Kemudian pada tahun 2013, saat Jokowi – Ahok menjadi pasangan Gubernur dan Wakil Gubernur DKI Jakarta, pihak Agung Podomoro Land yang konon telah memiliki konsesi reklamasi sejak lama mulai meminta agar rencana reklamasi dipercepat. Saat itu, Ahok memutuskan untuk turun tangan dan bernegosiasi dengan pihak Agung Podomoro Land. Dari negosiasi tersebut, terdapat tiga syarat yang diberikan Ahok, yaitu: (1) Pihak Agung Podomoro Land hanya berhak menggunakan 55% lahan yang direklamasikan. Sedangkan 45% untuk jalur hijau; (2) Dari 55% tadi terdapat 5% tanah milik Pemerintah Provinsi (Pemprov) DKI Jakarta; (3) Ahok meminta kontribusi tambahan 15% dari Nilai Jual Objek Pajak unit reklamasi yang terjual. Kontribusi yang diminta bukan dalam bentuk uang, melainkan bangunan fisik yang nantinya akan dibangun di atas tanah Pemprov DKI yang 5% tadi.
Syarat yang ketiga inilah yang membuat pihak Agung Podomoro Land keberatan, karena angka 15% dianggap terlalu besar. Mereka mencoba meminta bantuan M Sanusi dan pihak lain untuk bernegosiasi dengan DPRD. Namun, pada akhirnya M Sanusi justru tertangkap oleh KPK.
Ketiga syarat yang diajukan Ahok merupakan hal yang telah dipertimbangkan demi kepentingan warga DKI Jakarta, khususnya orang-orang yang berada di pesisir atau sekitar lokasi reklamasi.
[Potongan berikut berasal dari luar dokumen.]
package life

import (
	"math"
	"math/rand/v2"
	"slices"
	"testing"

	"boltrisk/model/fatigue"
)

func TestGrid(t *testing.T) {
	t.Parallel()
	p := DefaultGrid.Points()
	if len(p) != 1001 || p[0] != 1e2 || p[1000] != 1e12 || p[400] != 1e6 || p[100] != 1e3 {
		t.Errorf("default grid: %d points, %g … %g, p[400] = %g", len(p), p[0], p[len(p)-1], p[400])
	}
	if !slices.IsSorted(p) {
		t.Error("grid not increasing")
	}
	near(t, "resolution", DefaultGrid.Resolution(), 1.023292992280754, 1e-15) // 10^(1/100) (computed)
	near(t, "p[470]", p[470], math.Pow(10, 6.7), 1e-15)
	coarse := Grid{MinExp: 2, MaxExp: 12, PerDecade: 20}.Points()
	if len(coarse) != 201 || coarse[80] != 1e6 {
		t.Errorf("20 per decade: %d points, p[80] = %g", len(coarse), coarse[80])
	}
	for _, g := range []Grid{{2, 2, 10}, {-1, 5, 10}, {2, 31, 10}, {2, 12, 0}, {2, 12, 1001}} {
		if g.Validate() == nil {
			t.Errorf("grid %+v accepted", g)
		}
	}
	if _, err := NewAccumulator(DefaultGrid, 0); err == nil {
		t.Error("design life 0 accepted")
	}
	if _, err := NewAccumulator(DefaultGrid, math.Inf(1)); err == nil {
		t.Error("design life +Inf accepted")
	}
}

// Lives at, just above and just below grid points land in the right cells,
// and the counts at grid points and at the design life are exact.
func TestAccumulatorCells(t *testing.T) {
	t.Parallel()
	a := mustAcc(t, DefaultGrid, 5e5)
	p := a.Points()
	lives := []float64{0, 50, 1e2, math.Nextafter(1e2, 2e2), 1e6, math.Nextafter(1e6, 0), math.Nextafter(1e6, 2e6),
		p[57], math.Nextafter(p[57], 0), math.Nextafter(p[57], 1e12), 5e5, math.Nextafter(5e5, 1e6), 1e12, 2e12, math.Inf(1), math.Inf(1)}
	for _, l := range lives {
		a.Add(l)
	}
	if a.N() != int64(len(lives)) || a.Failures() != int64(len(lives)-2) {
		t.Errorf("N %d, failures %d", a.N(), a.Failures())
	}
	for j, g := range p {
		var want int64
		for _, l := range lives {
			if l <= g {
				want++
			}
		}
		if got := a.FailuresBy(j); got != want {
			t.Errorf("lives ≤ %g: %d, want %d", g, got, want)
		}
	}
	var want int64
	for _, l := range lives {
		if l <= 5e5 {
			want++
		}
	}
	if a.FailuresByDesign() != want {
		t.Errorf("lives ≤ design life: %d, want %d", a.FailuresByDesign(), want)
	}
	defer func() {
		if recover() == nil {
			t.Error("Add(NaN) did not panic")
		}
	}()
	a.Add(math.NaN())
}

// Accumulators filled from any split of the samples and merged in any
// order are identical (integer counts).
func TestMergeAnyOrder(t *testing.T) {
	t.Parallel()
	r := rand.New(rand.NewPCG(7, 11))
	lives := make([]float64, 20000)
	for i := range lives {
		if r.Float64() < 0.2 {
			lives[i] = math.Inf(1)
		} else {
			lives[i] = math.Exp(13 + 2*r.NormFloat64())
		}
	}
	whole := mustAcc(t, DefaultGrid, 3e5)
	for _, l := range lives {
		whole.Add(l)
	}
	parts := make([]*Accumulator, 7)
	for i := range parts {
		parts[i] = mustAcc(t, DefaultGrid, 3e5)
	}
	for i, l := range lives {
		parts[(i*31)%7].Add(l)
	}
	for _, order := range [][]int{{0, 1, 2, 3, 4, 5, 6}, {6, 5, 4, 3, 2, 1, 0}, {3, 0, 6, 1, 5, 2, 4}} {
		m := mustAcc(t, DefaultGrid, 3e5)
		for _, i := range order {
			m.Merge(parts[i])
		}
		if !m.Equal(whole) {
			t.Errorf("merge order %v differs from the single accumulator", order)
		}
	}
	whole.Reset()
	if whole.N() != 0 || whole.FailuresBy(1000) != 0 {
		t.Error("Reset left counts")
	}
}

func TestNoAllocationsAdd(t *testing.T) {
	a := mustAcc(t, DefaultGrid, 1e6)
	x := 1.0
	if n := testing.AllocsPerRun(10000, func() { x *= 1.37; a.Add(x) }); n != 0 {
		t.Errorf("Add: %g allocations, want 0", n)
	}
}

func BenchmarkAccumulatorAdd(b *testing.B) {
	a := mustAcc(b, DefaultGrid, 1e6)
	r := rand.New(rand.NewPCG(1, 2))
	lives := make([]float64, 1024)
	for i := range lives {
		lives[i] = math.Exp(13 + 2*r.NormFloat64())
	}
	for i := 0; b.Loop(); i++ {
		a.Add(lives[i&1023])
	}
}

// One Monte Carlo sample of the life chain: a sampled strength factor, the
// VDI 2230-1 life at σa = 60 MPa and the count; it allocates nothing.
func BenchmarkSampleLife(b *testing.B) {
	a := mustAcc(b, DefaultGrid, 5e5)
	v, _ := fatigue.NewVDI2230(12, fatigue.RolledBeforeHeatTreatment, 0)
	src := rand.New(rand.NewPCG(1, 2))
	c := fatigue.Cycle{Amplitude: 60}
	for b.Loop() {
		s, _ := v.Scaled(math.Exp(0.1 * src.NormFloat64()))
		l, _ := s.Life(c)
		a.Add(l.Cycles)
	}
}

func TestNoAllocationsSample(t *testing.T) {
	a := mustAcc(t, DefaultGrid, 5e5)
	v, _ := fatigue.NewVDI2230(12, fatigue.RolledBeforeHeatTreatment, 0)
	src := rand.New(rand.NewPCG(1, 2))
	c := fatigue.Cycle{Amplitude: 60}
	if n := testing.AllocsPerRun(10000, func() {
		s, _ := v.Scaled(math.Exp(0.1 * src.NormFloat64()))
		l, _ := s.Life(c)
		a.Add(l.Cycles)
	}); n != 0 {
		t.Errorf("sample: %g allocations, want 0", n)
	}
}
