// ranking.csv: the ranked tables as one flat CSV, numbers at round-trip
// precision; one row per series, scheme, rate and method.
#include <cmath>

#include "gapmark/number_format.hpp"
#include "gapmark/report/reporter.hpp"
#include "gapmark/table_io.hpp"

namespace gapmark {
namespace {

std::string cell(double v) { return std::isfinite(v) ? format_double(v) : ""; }

class RankingCsv final : public Reporter {
public:
  std::string file_name() const override { return "ranking.csv"; }

  std::string render(const ResultSet& results, const Summary& summary) const override {
    std::vector<std::string> header{"series", "scheme", "rate", "rank", "method", "mean_rank",
                                    "tied_with_best", "p_vs_best", "trials", "failures"};
    for (const auto& c : results.columns)
      for (const char* s : {"_mean", "_sd", "_ci_low", "_ci_high"}) header.push_back(c.name + s);
    std::vector<std::vector<std::string>> rows;
    for (const auto& g : summary.groups) {
      for (const auto& m : g.methods) {
        std::vector<std::string> row{g.series, g.scheme, format_double(g.rate), std::to_string(m.rank),
                                     m.method, cell(m.mean_rank), m.tied_with_best ? "true" : "false",
                                     cell(m.p_vs_best), std::to_string(m.trials), std::to_string(m.failures)};
        for (const auto& s : m.metrics)
          for (double v : {s.mean, s.sd, s.ci_low, s.ci_high}) row.push_back(cell(v));
        rows.push_back(std::move(row));
      }
    }
    return to_csv(header, rows);
  }
};

const Registration<Reporter> registration{{
    .name = "ranking-csv",
    .summary = "ranked tables as one CSV at round-trip precision",
    .params = {},
    .make = [](const ParamValues&) { return std::make_unique<RankingCsv>(); },
}};

}  // namespace
}  // namespace gapmark
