#include "html_style.hpp"

namespace gapmark {

// long: one stylesheet, kept whole so it reads as CSS.
const char* report_css() {
  return R"css(
:root { --ink: #2d3338; --muted: #5f6a71; --paper: #fbfaf7; --card: #ffffff; --line: #dde1e3;
        --accent: #274571; --tied: #eef4ea; --warn: #fbf3e2; --warn-line: #d9b66a; }
* { box-sizing: border-box; }
body { margin: 0; background: var(--paper); color: var(--ink);
       font: 15px/1.5 system-ui, "Segoe UI", "Noto Sans", "DejaVu Sans", sans-serif; }
main { max-width: 1020px; margin: 0 auto; padding: 24px 20px 48px; }
header.page { border-bottom: 3px solid var(--accent); margin-bottom: 18px; padding-bottom: 10px; }
h1 { font-size: 1.6rem; margin: 0 0 4px; font-weight: 650; }
h2 { font-size: 1.3rem; margin: 34px 0 8px; padding-top: 8px; border-top: 1px solid var(--line); }
h3 { font-size: 1.05rem; margin: 22px 0 6px; color: var(--accent); }
h4 { font-size: 0.95rem; margin: 14px 0 4px; }
p { margin: 6px 0 10px; }
.facts { color: var(--muted); font-size: 0.86rem; }
.facts code, code { font-family: ui-monospace, "DejaVu Sans Mono", monospace; font-size: 0.84em;
                    background: #f0f1ee; padding: 0 3px; border-radius: 3px; word-break: break-all; }
nav.toc { background: var(--card); border: 1px solid var(--line); border-radius: 6px; padding: 8px 14px;
          font-size: 0.9rem; }
nav.toc a { color: var(--accent); margin-right: 14px; text-decoration: none; white-space: nowrap; }
nav.toc a:hover { text-decoration: underline; }
.caution { background: var(--warn); border-left: 4px solid var(--warn-line); padding: 8px 14px;
           border-radius: 0 6px 6px 0; margin: 14px 0; }
.caution strong { display: block; margin-bottom: 2px; }
.card { background: var(--card); border: 1px solid var(--line); border-radius: 6px; padding: 10px 14px;
        margin: 10px 0; }
.recommend { border-left: 4px solid var(--accent); }
.recommend .best { font-weight: 650; }
.scroll { overflow-x: auto; }
table { border-collapse: collapse; font-size: 0.84rem; font-variant-numeric: tabular-nums; margin: 6px 0; }
caption { text-align: left; color: var(--muted); font-size: 0.82rem; padding-bottom: 4px; }
th, td { padding: 3px 9px; border-bottom: 1px solid var(--line); text-align: right; white-space: nowrap; }
th { font-weight: 600; background: #f3f4f1; position: sticky; top: 0; }
td.name, th.name { text-align: left; }
tr.tied td { background: var(--tied); }
td.mark { text-align: center; font-weight: 650; }
td.mark.good { color: #2f6b34; }
td.mark.better { color: #274571; }
td.mark.worse { color: #8a4b2a; font-weight: 500; }
td.mark.open { color: var(--muted); font-weight: 500; }
details.more { margin: 0 0 14px; }
details.more > summary { font-weight: 500; font-size: 0.88rem; color: var(--accent); }
details.more p.note { font-size: 0.8rem; color: var(--muted); margin: 2px 0 0; }
td.failed { color: #952e17; }
details { margin: 6px 0; }
details > summary { cursor: pointer; font-weight: 600; padding: 4px 0; }
details > summary .sub { font-weight: 400; color: var(--muted); }
.chart { width: 100%; max-width: 660px; height: auto; display: block; background: var(--card);
         border: 1px solid var(--line); border-radius: 6px; }
.chart text { font-family: system-ui, "DejaVu Sans", sans-serif; }
.chart .axis-title { fill: var(--muted); }
.figure { margin: 8px 0 16px; }
.figure p.note { font-size: 0.84rem; color: var(--muted); max-width: 660px; margin: 4px 0 0; }
.legend { display: flex; flex-wrap: wrap; gap: 4px 16px; font-size: 0.85rem; margin: 4px 0 8px; }
.legend span { display: inline-flex; align-items: center; gap: 5px; }
.swatch { flex: none; }
.grid2 { display: grid; grid-template-columns: minmax(0, 660px); gap: 4px; }
.empty { color: var(--muted); font-style: italic; }
ul.warnings li { margin-bottom: 6px; }
footer { margin-top: 40px; font-size: 0.8rem; color: var(--muted); border-top: 1px solid var(--line);
         padding-top: 8px; }
@media print { nav.toc { display: none; } details { display: block; } h2 { break-before: page; } }
)css";
}

}  // namespace gapmark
Namun, yang menjadi permasalahan adalah selama menangani izin reklamasi, Ahok malah berpegang pada Keppres No. 52 Tahun 1995 dan Perda No. 8 Tahun 1995. Padahal jika dilihat dari tahunnya, peraturan tersebut sudah usang. Hal senada juga disampaikan dalam kompasiana.com/fadlizontor, “Jadi menurut Mahfud MD, seharusnya Gubernur Ahok berpegang pada Perpres No. 122 tahun 2012 dan bukan Keppres No. 52 tahun 1995. Meskipun Keppres itu belum dicabut tetapi Perpres yang baru itu sudah secara langsung membatalkannya.”
Lalu, di sana dijelaskan pula bahwa Keppres No. 52 Tahun 1995 mendelegasikan Gubernur DKI untuk menangani Reklamasi Pantura Jakarta. Sedangkan pada Perpres No 122 Tahun 2012 dikatakan bahwa izin reklamasi dikeluarkan oleh Menteri Kelautan dan Perikanan. Sampai pada 11 Februari 2015, Kementerian Kelautan dan Perikanan melayangkan protes dan menganggap izin yang diterbitkan Ahok illegal. Tapi tidak dihiraukan oleh Ahok.
Kalau sudah begini, Ahok tidak bisa dikatakan sepenuhnya benar. Seharunya jika memang ada kesalahan atau kejanggalan pada peraturan dan sebagainya, Ahok hentikan dulu izin reklamasi itu. Lalu, berdiskusi dengan menteri-menteri lain yang terkait untuk mencari jalan keluar yang tepat. Tapi, Ahok malah jalan terus sampai akhirnya kasus ini ramai diperbincangkan.